New York, New York, New York
Title | New York, New York, New York PDF eBook |
Author | Thomas Dyja |
Publisher | Simon and Schuster |
Pages | 544 |
Release | 2021-03-16 |
Genre | History |
ISBN | 1982149809 |
A New York Times Notable Book A lively, immersive history by an award-winning urbanist of New York City’s transformation, and the lessons it offers for the city’s future. Dangerous, filthy, and falling apart, garbage piled on its streets and entire neighborhoods reduced to rubble; New York’s terrifying, if liberating, state of nature in 1978 also made it the capital of American culture. Over the next thirty-plus years, though, it became a different place—kinder and meaner, richer and poorer, more like America and less like what it had always been. New York, New York, New York, Thomas Dyja’s sweeping account of this metamorphosis, shows it wasn’t the work of a single policy, mastermind, or economic theory, nor was it a morality tale of gentrification or crime. Instead, three New Yorks evolved in turn. After brutal retrenchment came the dazzling Koch Renaissance and the Dinkins years that left the city’s liberal traditions battered but laid the foundation for the safe streets and dotcom excess of Giuliani’s Reformation in the ‘90s.

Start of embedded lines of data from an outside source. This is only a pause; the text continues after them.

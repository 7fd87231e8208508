"""Bayesian inversion with PyMC (docs/model.md sections 8-9): priors, model, sampling, gate.

The physics is the single forward model of :mod:`inversion.kernel`, run on JAX
(:mod:`inversion.jaxmodel`) as one operation of the PyMC model: R-basis weights of the
building blocks on the simplex, the chosen volatility form, core formation (the fixed
point of the core-to-mantle mass ratio, with its implicit-function gradient), late
accretion, isotope mass balance; PyMC holds the priors and a Student-t likelihood with a
model-scatter term on the fitted elements.
:func:`sample` runs NUTS from the convex optimum (nutpie on the JAX-compiled log density
by default, PyMC's own NUTS on request), applies the diagnostics gate and returns a
:class:`SampleResult`; the posterior draws of the whole planet come from the
numpy forward model, vectorised over draws (:func:`planet_draws`).

Notes
-----
Likelihood of the fitted elements (observed ``y_i``, 1-sigma ``sigma_i`` dex)::

    y_i ~ StudentT(nu = 4, mu_i(theta), sqrt(sigma_i**2 + tau**2))

with ``tau`` a model-scatter term (HalfNormal(0.05) dex); where the problem carries the
blocks' uncertainties (``Problem.Q_sigma_dex``) the scale also holds the end-member term
``sigma_model_i`` of :func:`end_member_sigma_dex` (added in quadrature). Each isotope anomaly of the
case adds ``eps_obs ~ Normal(eps_planet(w, v), sigma_eff(w, v))`` with ``eps_planet`` the
carrier-weighted mass balance of the building blocks and the late component, and
``sigma_eff**2 = sigma_obs**2 + sum_k phi_k**2 (s_k**2 + r_k**2 (eps_k - eps_planet)**2)``
(``phi_k`` the share of the carrier from column k, ``s_k`` the end-member's 1-sigma,
``r_k`` the relative 1-sigma of its carrier ratio; :func:`inversion.isotopes.effective_sigma`).

References
----------
Vehtari A., Gelman A., Simpson D., Carpenter B., Buerkner P.-C. (2021) Rank-normalization,
folding, and localization: an improved R-hat for assessing convergence of MCMC. Bayesian
Analysis 16, 667 (the gate thresholds: R-hat <= 1.01, bulk ESS >= 400).
Talts S., Betancourt M., Simpson D., Vehtari A., Gelman A. (2018) Validating Bayesian
inference algorithms with simulation-based calibration. arXiv:1804.06788.
"""

from __future__ import annotations

import math
import os
import sys
import time
import warnings
from dataclasses import dataclass, field
from typing import Any

import numpy as np
import pandas as pd

from . import kernel
from .exceptions import InputError
from .model import Problem, forward
from .options import check_option
from .volatility import get_form

__all__ = ["SamplerSettings", "Diagnostics", "SampleResult", "PRIOR_DISTRIBUTIONS",
           "GATE_RHAT_MAX", "GATE_ESS_BULK_MIN", "GATE_DIVERGENCES_MAX",
           "STUDENT_NU", "default_priors", "check_priors", "check_sampler_settings",
           "build_model", "end_member_sigma_dex",
           "sample", "diagnose",
           "summary_table", "planet_draws", "posterior_planet", "outliers", "posterior_arrays",
           "main_parameters", "compare_runs"]

#: Gate thresholds (Vehtari et al. 2021).
GATE_RHAT_MAX = 1.01
GATE_ESS_BULK_MIN = 400.0
GATE_DIVERGENCES_MAX = 0
#: Degrees of freedom of the Student-t likelihood (docs/model.md section 8).
STUDENT_NU = 4.0
#: Observed variable names in the model.
OBS_ELEMENTS = "y_obs"

# --------------------------------------------------------------------------- priors
#: Declared prior distributions and their parameters (one check, one message template).
PRIOR_DISTRIBUTIONS: dict[str, tuple[str, ...]] = {
    "Uniform": ("lower", "upper"),
    "Normal": ("mu", "sigma"),
    "HalfNormal": ("sigma",),
    "TruncatedNormal": ("mu", "sigma", "lower", "upper"),
    "LogNormal": ("mu", "sigma"),
    "Dirichlet": ("a",),
}


def _support_of(dist: str, pars: dict[str, Any]) -> tuple[float, float]:
    if dist == "Uniform" or dist == "TruncatedNormal":
        return float(pars["lower"]), float(pars["upper"])
    if dist in ("HalfNormal", "LogNormal"):
        return 0.0, math.inf
    return -math.inf, math.inf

Then the planes hit on 9/11. The shaky city handed itself over to Bloomberg who merged City Hall into his personal empire, launching its Reimagination. From Hip Hop crews to Wall Street bankers, D.V. to Jay-Z, Dyja weaves New Yorkers famous, infamous, and unknown—Yuppies, hipsters, tech nerds, and artists; community organizers and the immigrants who made this a truly global place—into a narrative of a city creating ways of life that would ultimately change cities everywhere. With great success, though, came grave mistakes. The urbanism that reclaimed public space became a means of control, the police who made streets safe became an occupying army, technology went from a means to the end. Now, as anxiety fills New Yorker’s hearts and empties its public spaces, it’s clear that what brought the city back—proximity, density, and human exchange—are what sent Covid-19 burning through its streets, and the price of order has come due. A fourth evolution is happening and we must understand that the greatest challenge ahead is the one New York failed in the first three: The cures must not be worse than the disease. Exhaustively researched, passionately told, New York, New York, New York is a colorful, inspiring guide to not just rebuilding but reimagining a great city.
LeRoy Neiman
Title | LeRoy Neiman PDF eBook |
Author | LeRoy Neiman |
Publisher | ABRAMS |
Pages | 288 |
Release | 2003 |
Genre | Art |
ISBN | 9780810967953 |
The author celebrates the half-century career of an American icon, featuring nearly 350 color plates of the artist's work as well as a complete overview of his life and career, including sketches and watercolor never before published and details of his relationships with the great names in jazz--Armstrong, Fitzgerald, Mingus, and Davis. 12,500 first printing.